Le jumelage, c’est une voie de solidarité et de fraternité


La première visite de Mgr Felemou dans notre diocèse a commencé par deux établissements de l'Enseignement Catholique, le Lycée Sainte Louise de Marillac et le collège Maintenon. Interview.

Quelles sont vos premières impressions ?
Je suis très heureux de l’accueil qui m'a été fait, autant le soir de mon arrivée, par Sœur Rose Dalva et le vicaire général, que par l'Enseignement Catholique. En Afrique, l'accueil est un élément de la tradition et quand on le retrouve ailleurs, on est très heureux.

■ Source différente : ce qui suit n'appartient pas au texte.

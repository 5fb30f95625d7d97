/** `cover`: a small vertex cover (shared/engine/cover.ts); briefing it makes everyone hear in one hop. */
import { ms, ROOM_FLAGS, ROOM_HELP, warningNotes, type Command } from './command';
import { loadRoom } from './load-room';

export const coverCommand: Command = {
  name: 'cover',
  summary: 'a small set of people such that everyone else asks only them (a vertex cover)',
  flags: { ...ROOM_FLAGS },
  help: `Usage: npm run -s cli -- cover --graph FILE

Prints {"size", "cover": [ids in input order], "exact", "elapsedMs"}. Briefing the cover
means everyone else hears in one hop, the least possible (total = n - size). "exact" is
true when the size is proven to be the smallest possible.

${ROOM_HELP}`,
  async run(argv) {
    const start = performance.now();
    const { vertexCover } = await import('../cover');
    const { graph, warnings, file } = loadRoom(argv);
    const c = vertexCover(graph);
    return {
      result: { size: c.size, cover: c.cover.map((i) => graph.ids[i]), exact: c.exact, elapsedMs: ms(start) },
      notes: warningNotes(warnings, file),
    };
  },
};
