import { ChangeDetectionStrategy, Component, computed, effect, inject, signal, untracked } from '@angular/core';
import { FormsModule, NonNullableFormBuilder, ReactiveFormsModule } from '@angular/forms';
import { MatAutocompleteModule } from '@angular/material/autocomplete';
import { MatButtonModule } from '@angular/material/button';
import { MatFormFieldModule } from '@angular/material/form-field';
import { MatIconModule } from '@angular/material/icon';
import { MatInputModule } from '@angular/material/input';
import { MatSnackBar } from '@angular/material/snack-bar';
import { RoomEditor } from '../editor/room-editor';
import type { EditorPerson } from '../editor/room-model';
import { groupProblem, personNameProblem, problemValidator, strengthProblem } from '../editor/validation';

/** Edits what is selected on the map: one person, several people, or one tie. */
@Component({
  selector: 'app-map-inspector',
  imports: [FormsModule, ReactiveFormsModule, MatAutocompleteModule, MatButtonModule, MatFormFieldModule, MatIconModule, MatInputModule],
  templateUrl: './map-inspector.html',
  styleUrl: './map-inspector.scss',
  changeDetection: ChangeDetectionStrategy.OnPush,
})
export class MapInspector {
  protected readonly editor = inject(RoomEditor);
  private readonly snack = inject(MatSnackBar);
  private readonly fb = inject(NonNullableFormBuilder);

  protected readonly person = this.fb.group({
    name: ['', problemValidator((v: string) => personNameProblem(v))],
    group: ['', problemValidator((v: string) => groupProblem(v))],
  });
  protected readonly many = this.fb.group({ group: ['', problemValidator((v: string) => groupProblem(v))] });
  protected readonly tie = this.fb.group({ strength: [1 as number | string, problemValidator((v: unknown) => strengthProblem(v))] });

  protected readonly state = computed(() => {
    this.editor.selectionRevision();
    this.editor.revision();
    const s = this.editor.selection;
    const m = this.editor.model;
    if (s.tie) {
      const t = m.ties.get(s.tie);
      if (!t) return { kind: 'none' as const };
      return { kind: 'tie' as const, tie: t, source: m.people.get(t.source)?.name ?? '?', target: m.people.get(t.target)?.name ?? '?' };
    }
    if (s.size === 1) {
      const [id] = s.ids();
      const p = id === undefined ? undefined : m.people.get(id);
      if (!p) return { kind: 'none' as const };
      return { kind: 'person' as const, person: p, ties: m.tiesOf(p.lid).length };
    }
    if (s.size > 1) return { kind: 'many' as const, count: s.size, pinned: s.ids().filter((l) => m.people.get(l)?.pinned).length };
    return { kind: 'none' as const };
  });

  /** "Tie to": the keyboard (and menu) way to draw a tie from the selected person. */
  protected readonly tieQuery = signal('');
  protected readonly tieCandidates = computed(() => {
    const st = this.state();
    if (st.kind !== 'person') return [];
    const q = this.tieQuery().trim().toLowerCase();
    const tied = this.tiedTo(st.person.lid);
    const out: EditorPerson[] = [];
    // One pass that stops at 30: a room of 100,000 people answers a keystroke at once.
    for (const p of this.editor.people()) {
      if (p.lid === st.person.lid || tied.has(p.lid)) continue;
      if (q && !p.name.toLowerCase().includes(q) && !(p.group ?? '').toLowerCase().includes(q)) continue;
      out.push(p);
      if (out.length === 30) break;
    }
    return out;
  });

  /** Everyone a new tie from `lid` would duplicate (either way round in an undirected room). */
  private tiedTo(lid: string): Set<string> {
    const directed = !!this.editor.room()?.settings.directed;
    const tied = new Set<string>();
    for (const t of this.editor.model.tiesOf(lid)) {
      if (t.source === lid) tied.add(t.target);
      else if (!directed) tied.add(t.source);
    }
    return tied;
  }

  /**
   * The person and the tie the forms were filled for. A save always goes to these, never to
   * whatever is selected by the time the save runs: clicking another person selects them on
   * mousedown, before the field's blur saves what was typed.
   */
  private personLid: string | null = null;
  private tieLid: string | null = null;

  constructor() {
    effect(() => {
      const st = this.state();
      untracked(() => this.follow(st));
    });
  }

  /** The selection moved: settle the edit typed for the previous person or tie, then show the new one. */
  private follow(st: ReturnType<MapInspector['state']>): void {
    const lid = st.kind === 'person' ? st.person.lid : null;
    if (this.personLid && this.personLid !== lid && this.person.dirty) this.savePerson(true);
    const tieLid = st.kind === 'tie' ? st.tie.lid : null;
    if (this.tieLid && this.tieLid !== tieLid && this.tie.dirty) this.saveStrength(true);
    this.personLid = lid;
    this.tieLid = tieLid;
    // Keep what is being typed for the same person (a save elsewhere bumps the revision too).
    if (st.kind === 'person' && !this.person.dirty) {
      this.person.reset({ name: st.person.name, group: st.person.group ?? '' }, { emitEvent: false });
    }
    if (st.kind === 'tie' && !this.tie.dirty) this.tie.reset({ strength: st.tie.strength }, { emitEvent: false });
  }

  /** Commits the typed name and group to the person they were typed for; `leaving`: the selection moved on. */
  protected savePerson(leaving = false): void {
    const lid = this.personLid;
    const p = lid ? this.editor.model.people.get(lid) : undefined;
    if (!p || !this.person.dirty) return;
    if (this.person.invalid) {
      // Still on this person: the field shows what to fix. Moving on: say what was dropped.
      if (!leaving) return;
      const problem = this.person.controls.name.errors?.['problem'] ?? this.person.controls.group.errors?.['problem'];
      this.person.reset({ name: p.name, group: p.group ?? '' }, { emitEvent: false });
      this.snack.open(`Your change to ${p.name} was not kept: ${problem}`, 'OK', { duration: 6000 });
      return;
    }
    const name = this.person.controls.name.value.trim();
    const group = this.person.controls.group.value.trim() || null;
    this.person.markAsPristine();
    const changes: { name?: string; group?: string | null } = {};
    if (name !== p.name) changes.name = name;
    if (group !== p.group) changes.group = group;
    if (Object.keys(changes).length) this.editor.updatePerson(p.lid, changes, changes.name ? `Rename ${p.name}` : 'Change group');
  }

  protected tieTo(target: string): void {
    const from = this.personLid;
    if (!from) return;
    this.editor.addTie(from, target);
    this.tieQuery.set('');
    const a = this.editor.model.people.get(from)?.name;
    const b = this.editor.model.people.get(target)?.name;
    this.snack
      .open(`Tie added: ${a} and ${b}.`, 'Undo', { duration: 5000 })
      .onAction()
      .subscribe(() => this.editor.undo());
  }

  protected readonly noName = (): string => '';

  protected saveGroupForMany(): void {
    if (this.many.invalid) return;
    const group = this.many.controls.group.value.trim() || null;
    const ids = this.editor.selection.ids();
    this.editor.execute(
      `Move ${ids.length} people to ${group ?? 'no group'}`,
      ids.map((lid) => ({ op: 'updatePerson' as const, lid, changes: { group } })),
    );
  }

  protected saveStrength(leaving = false): void {
    const t = this.tieLid ? this.editor.model.ties.get(this.tieLid) : undefined;
    if (!t || !this.tie.dirty) return;
    if (this.tie.invalid) {
      if (!leaving) return;
      const problem = this.tie.controls.strength.errors?.['problem'];
      this.tie.reset({ strength: t.strength }, { emitEvent: false });
      this.snack.open(`Your strength for that tie was not kept: ${problem}`, 'OK', { duration: 6000 });
      return;
    }
    this.tie.markAsPristine();
    this.editor.setTieStrength(t.lid, Number(String(this.tie.controls.strength.value).replace(',', '.')));
  }

  protected setPinned(pinned: boolean): void {
    this.editor.setPinned(this.editor.selection.ids(), pinned);
  }

  deleteSelection(): void {
    const s = this.editor.selection;
    if (s.tie) {
      this.editor.deleteTies([s.tie]);
      this.offerUndo('Tie deleted.');
    } else if (s.size) {
      const n = s.size;
      this.editor.deletePeople(s.ids());
      this.offerUndo(n === 1 ? 'Person deleted with their ties.' : `${n} people deleted with their ties.`);
    }
  }

  private offerUndo(message: string): void {
    this.snack
      .open(message, 'Undo', { duration: 6000 })
      .onAction()
      .subscribe(() => this.editor.undo());
  }
}
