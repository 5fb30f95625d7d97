/** Shapes shared by every planner (see plan.ts for the entry point). */
import type { ErgodicData } from './ergodic';
import type { WalkOptions } from './graph';

export type PlanMethod = 'greedy' | 'widened' | 'swap' | 'exhaustive' | 'lazy-greedy' | 'screen';
export type PlanMethodChoice = PlanMethod | 'auto';

export interface PlanProgress {
  readonly stage: string;
  readonly done: number;
  readonly of: number;
}

export interface PlanOptions extends WalkOptions {
  /** Number of starters to brief (1 <= k < n). */
  readonly k: number;
  readonly method?: PlanMethodChoice;
  /** Widened greedy: keep small sets with quality rank >= nu (default 0.9). */
  readonly nu?: number;
  /** Exhaustive (and auto): time budget in milliseconds (default 10 000). */
  readonly timeLimitMs?: number;
  /** People who must be briefed (indices). */
  readonly mustInclude?: readonly number[];
  /** People who cannot be briefed (indices). */
  readonly exclude?: readonly number[];
  /** Largest room handled with dense matrices (default 2500); larger rooms use lazy greedy. */
  readonly denseLimit?: number;
  /** Undirected rooms from this size on use the sparse exact greedy for method greedy (default 300, and then only when its
   *  factor's work is below the dense greedy's; an explicit value forces the sparse path whenever the factor fits). */
  readonly sparseFrom?: number;
  /** Largest sparse factor (nonzeros) before the iterative path is used (default 4e7). */
  readonly maxFill?: number;
  /** Bottleneck screen: candidate sets evaluated exactly at most (default 200); its time budget is timeLimitMs (default 8 min). */
  readonly screenKeep?: number;
  /** Lazy greedy: people checked exactly per choice (default 3). */
  readonly lazyChecks?: number;
  /** Widened greedy: most seed sets extended (default 64). */
  readonly maxSeeds?: number;
  readonly onProgress?: (p: PlanProgress) => void;
  /** Precomputed ergodic data of this room and walk (e.g. from the Node-only parallel kernel). */
  readonly ergodic?: ErgodicData;
}

export interface PlanResult {
  /** The method actually used (auto resolves to one of these). */
  readonly method: PlanMethod;
  readonly k: number;
  /** Starter indices in the order chosen. */
  readonly starters: number[];
  readonly total: number;
  readonly average: number;
  /** Quality rank 0..1 (engine.md section 3). */
  readonly rank: number;
  /** Proven lower bound on the best total of any plan of this size under the constraints (identity 6). */
  readonly lowerBound: number;
  /** True when total is proven optimal (within 1e-9 relative). */
  readonly certified: boolean;
  /** total - lowerBound (0 when certified): the gap to best. */
  readonly gap: number;
  readonly elapsedMs: number;
  /** Size of the vertex cover used for the rank and the cover bound. */
  readonly coverSize: number;
  /** Worst single-starter total (rank 0) and the cover bound (rank 1). */
  readonly rankScale: { readonly worst: number; readonly best: number };
  readonly notes: string[];
  readonly warnings: string[];
  /** Which linear algebra ran: dense matrices, a sparse LDL^T factor, or an iterative solver (estimates stated in notes). */
  readonly solverPath?: 'dense' | 'sparse-factor' | 'iterative';
  /** Nonzeros of the sparse factor when solverPath is 'sparse-factor'. */
  readonly fill?: number;
}
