/**
 * A room prepared for computation: the CSR of out-strengths plus the walk options,
 * validated once. Every engine function accepts either a RoomGraph or a PreparedRoom.
 */
import { EngineError } from './errors';
import { type Csr, type RoomGraph, type WalkOptions, toCsr } from './graph';

export interface PreparedRoom {
  readonly kind: 'prepared-room';
  readonly n: number;
  readonly directed: boolean;
  readonly csr: Csr;
  /** Person ids in input order (the tie-break order); generated as "0".."n-1" when built from a bare CSR. */
  readonly ids: readonly string[];
  readonly laziness: number;
  readonly mixing: number;
}

export type RoomInput = RoomGraph | PreparedRoom;

function checkProbability(name: string, v: number | undefined): number {
  if (v === undefined) return 0;
  if (typeof v !== 'number' || !Number.isFinite(v) || v < 0 || v >= 1) {
    throw new EngineError('INVALID_OPTION', `${name} must be a number with 0 <= ${name} < 1 (got ${String(v)})`);
  }
  return v;
}

export function isPreparedRoom(r: RoomInput): r is PreparedRoom {
  return (r as PreparedRoom).kind === 'prepared-room';
}

/** Validates the walk options and builds the CSR once. */
export function prepareRoom(room: RoomInput, options: WalkOptions = {}): PreparedRoom {
  const laziness = checkProbability('laziness', options.laziness ?? (isPreparedRoom(room) ? room.laziness : 0));
  const mixing = checkProbability('mixing', options.mixing ?? (isPreparedRoom(room) ? room.mixing : 0));
  if (isPreparedRoom(room)) {
    if (laziness === room.laziness && mixing === room.mixing) return room;
    return { ...room, laziness, mixing };
  }
  const n = room.ids.length;
  if (n === 0) throw new EngineError('EMPTY_ROOM', 'The room has no people: add at least two people and one tie.');
  for (const t of room.ties) {
    if (!(t.strength > 0) || !Number.isFinite(t.strength)) {
      throw new EngineError(
        'INVALID_INPUT',
        `Tie ${room.ids[t.source] ?? t.source} -> ${room.ids[t.target] ?? t.target} has strength ${t.strength}; strengths must be positive numbers.`,
      );
    }
    if (!(t.source >= 0 && t.source < n && t.target >= 0 && t.target < n) || !Number.isInteger(t.source) || !Number.isInteger(t.target)) {
      throw new EngineError('INVALID_INPUT', `A tie refers to person index ${t.source} -> ${t.target}, outside the room of ${n} people.`);
    }
  }
  return { kind: 'prepared-room', n, directed: room.directed, csr: toCsr(room), ids: room.ids, laziness, mixing };
}

/** Wraps an existing CSR (benchmarks, generated rooms) without copying it. */
export function roomFromCsr(csr: Csr, directed: boolean, options: WalkOptions = {}): PreparedRoom {
  if (csr.n === 0) throw new EngineError('EMPTY_ROOM', 'The room has no people.');
  const ids = Array.from({ length: csr.n }, (_, i) => String(i));
  return prepareRoom({ kind: 'prepared-room', n: csr.n, directed, csr, ids, laziness: 0, mixing: 0 }, options);
}

/** Checks a list of person indices (starters, constraints) and returns them de-duplicated, in the given order. */
export function checkPeople(room: PreparedRoom, people: readonly number[], what: string): number[] {
  const seen = new Set<number>();
  const out: number[] = [];
  for (const p of people) {
    if (!Number.isInteger(p) || p < 0 || p >= room.n) {
      throw new EngineError('UNKNOWN_PERSON', `${what}: person index ${String(p)} is not in the room (valid: 0..${room.n - 1}).`, {
        index: p,
      });
    }
    if (!seen.has(p)) {
      seen.add(p);
      out.push(p);
    }
  }
  return out;
}

/** Maps person ids (as in the file) to indices, naming any id that is not in the room. */
export function indicesOf(room: { readonly ids: readonly string[] }, ids: readonly string[]): number[] {
  const map = new Map<string, number>();
  room.ids.forEach((id, i) => map.set(id, i));
  return ids.map((id) => {
    const i = map.get(id);
    if (i === undefined) throw new EngineError('UNKNOWN_PERSON', `Person "${id}" is not in the room.`, { id });
    return i;
  });
}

Dans les établissements que vous avez visités, qu’avez-vous pu observer ?
L’avenir d’un pays se prépare dans une structure scolaire dont on prend soin . L’enseignement, ici, traduit l’intérêt que l’on a pour la jeunesse, à travers l’aide qu’on leur apporte, du soin que l’on met à faire naître chez eux des compétences. On est dans un climat qui favorise l’éclosion de l' intelligence .
On y tient compte, aussi, de l’évolution d’aujourd’hui, pour que les jeunes ne soient pas dépassés demain par le monde dans lequel ils vivent. Les installations que j’ai visitées répondent aux critères d’aujourd’hui.
J’ai aussi noté la propreté des classes et des jeunes !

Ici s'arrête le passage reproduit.